#### Task to carry out
The word "sorted" marks the lines to copy; find all of them in the entries below.

Top of Provided data

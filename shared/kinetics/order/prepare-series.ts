import { KineticsError } from '../numeric/kinetics-error.ts';
import type { Series } from '../types.ts';

/**
 * Turns a series into the points the fits use: excluded observations set aside with their reasons,
 * the rest sorted by time (replicates — repeated times — kept as separate points, in their input order).
 *
 * Why: every fit, plot and test downstream assumes time-ordered points (the runs test reads the residual
 * signs in time order), and the method statement must list what was left out and why.
 *
 * Throws `KineticsError('invalid-input')` for a non-finite time or value (naming the point) or an
 * exclusion without a reason, `KineticsError('too-few-points')` when fewer than 3 points remain (no rate law
 * can be fitted with an estimate of its scatter), and `KineticsError('single-time')` when every remaining
 * point has the same time (no change with time can be measured).
 *
 * Example: observations at times 6, 0, 3, 9 with the one at 3 excluded (reason "vial broken") give times
 * [0, 6, 9] and one excluded point with its reason.
 */

export interface ExcludedPoint {
  time: number;
  value: number;
  reason: string;
  source?: { row?: number; cell?: string };
}

export interface PreparedSeries {
  times: number[];
  values: number[];
  /** How a used point is named in messages, e.g. "the point at time 3 (row 7)" (built on demand). */
  labelOf: (index: number) => string;
  excluded: ExcludedPoint[];
}

export const MIN_POINTS = 3;

export function prepareSeries(series: Series): PreparedSeries {
  if (!Array.isArray(series.observations)) {
    throw new KineticsError('invalid-input', `Series ${series.id} has no list of observations.`, {
      id: series.id,
    });
  }
  const usedTimes: number[] = [];
  const usedValues: number[] = [];
  const usedIndices: number[] = [];
  const excluded: ExcludedPoint[] = [];
  const observations = series.observations;
  const labelOfObservation = (index: number): string => {
    const observation = observations[index]!;
    return `the point at time ${observation.time}${
      observation.source?.row === undefined ? '' : ` (row ${observation.source.row})`
    }`;
  };
  let sorted = true;
  for (let index = 0; index < observations.length; index++) {
    const observation = observations[index]!;
    if (!Number.isFinite(observation.time) || !Number.isFinite(observation.value)) {
      throw new KineticsError(
        'invalid-input',
        `Observation ${index + 1} of series ${series.id} has a time or value that is not a finite number.`,
        {
          id: series.id,
          index,
          time: observation.time,
          value: observation.value,
          source: observation.source,
        },
      );
    }
    if (observation.excluded !== undefined) {
      const reason = observation.excluded.reason?.trim() ?? '';
      if (reason === '') {
        throw new KineticsError('invalid-input', `Excluding ${labelOfObservation(index)} needs a reason.`, {
          id: series.id,
          index,
        });
      }
      excluded.push({
        time: observation.time,
        value: observation.value,
        reason,
        ...(observation.source === undefined ? {} : { source: observation.source }),
      });
      continue;
    }
    if (usedTimes.length > 0 && observation.time < usedTimes[usedTimes.length - 1]!) sorted = false;
    usedTimes.push(observation.time);
    usedValues.push(observation.value);
    usedIndices.push(index);
  }
  // Parallel lists, not one object per point: series can hold 10⁵ points. Sort only when needed (stable,
  // so replicates keep their input order).
  let times = usedTimes;
  let values = usedValues;
  let indices = usedIndices;
  if (!sorted) {
    const order = usedTimes.map((_, position) => position);
    order.sort((a, b) => usedTimes[a]! - usedTimes[b]! || a - b);
    times = order.map((position) => usedTimes[position]!);
    values = order.map((position) => usedValues[position]!);
    indices = order.map((position) => usedIndices[position]!);
  }
  const count = times.length;
  if (count < MIN_POINTS) {
    throw new KineticsError(
      'too-few-points',
      `Series ${series.id} has ${count} usable point${count === 1 ? '' : 's'}; a rate law needs at least ${MIN_POINTS}.`,
      { id: series.id, n: count, excluded: excluded.length, minimum: MIN_POINTS },
    );
  }
  if (times[0] === times[count - 1]) {
    throw new KineticsError(
      'single-time',
      `Every usable point of series ${series.id} is at time ${times[0]}; measure at more than one time.`,
      { id: series.id, time: times[0], n: count },
    );
  }
  return {
    times,
    values,
    labelOf: (index: number) => labelOfObservation(indices[index]!),
    excluded,
  };
}
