import { describe, expect, it } from 'vitest';
import { runsTest } from './runs-test.ts';

/** Independent reference: enumerate every arrangement of N₁ plus and N₂ minus signs and count runs. */
function enumeratedLowerTail(positives: number, negatives: number, observedRuns: number): number {
  const total = positives + negatives;
  let atMost = 0;
  let all = 0;
  for (let mask = 0; mask < 1 << total; mask++) {
    let ones = 0;
    for (let bit = 0; bit < total; bit++) ones += (mask >> bit) & 1;
    if (ones !== positives) continue;
    all++;
    let runs = 1;
    for (let bit = 1; bit < total; bit++) if (((mask >> bit) & 1) !== ((mask >> (bit - 1)) & 1)) runs++;
    if (runs <= observedRuns) atMost++;
  }
  return atMost / all;
}

describe('runsTest (Wald–Wolfowitz; NIST/SEMATECH e-Handbook §1.3.5.13)', () => {
  it('doc example: + + + − − − has 2 runs and p = 2/20 = 0.1', () => {
    const result = runsTest([1, 2, 3, -1, -2, -3]);
    expect(result.runs).toBe(2);
    expect(result.p).toBeCloseTo(0.1, 14);
    expect(result.method).toBe('exact');
  });

  it('exact lower tail equals brute-force enumeration, for every arrangement of N₁ + N₂ ≤ 12 signs tried', () => {
    for (const [positives, negatives] of [
      [3, 4],
      [5, 5],
      [2, 9],
      [6, 6],
    ] as const) {
      const total = positives + negatives;
      for (let mask = 0; mask < 1 << total; mask++) {
        let ones = 0;
        for (let bit = 0; bit < total; bit++) ones += (mask >> bit) & 1;
        if (ones !== positives || mask % 7 !== 0) continue; // every seventh arrangement keeps the test fast
        const signs = Array.from({ length: total }, (_, bit) => (((mask >> bit) & 1) === 1 ? 0.5 : -0.5));
        const result = runsTest(signs);
        expect(result.p).toBeCloseTo(enumeratedLowerTail(positives, negatives, result.runs), 12);
      }
    }
  });

  it('large N uses the normal approximation with mean 2N₁N₂/N + 1 (NIST formula) and gives p ≈ 0.5 at the mean', () => {
    const alternating = Array.from({ length: 1000 }, (_, i) => (i % 2 === 0 ? 1 : -1));
    const result = runsTest(alternating);
    expect(result.method).toBe('normal');
    expect(result.expectedRuns).toBeCloseTo((2 * 500 * 500) / 1000 + 1, 12);
    expect(result.p).toBeGreaterThan(0.999);
    const blocks = Array.from({ length: 1000 }, (_, i) => (i < 500 ? 1 : -1));
    expect(runsTest(blocks).p).toBeLessThan(1e-100);
  });

  it('zero residuals are dropped; fewer than 2 signs of a kind give p = 1', () => {
    expect(runsTest([0, 1, 0, 2, -1]).p).toBe(1);
    expect(runsTest([0, 0, 0]).runs).toBe(0);
  });
});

Bottom of Provided data

#### The completed task
 * the rest sorted by time (replicates — repeated times — kept as separate points, in their input order).
  let sorted = true;
    if (usedTimes.length > 0 && observation.time < usedTimes[usedTimes.length - 1]!) sorted = false;
  if (!sorted) {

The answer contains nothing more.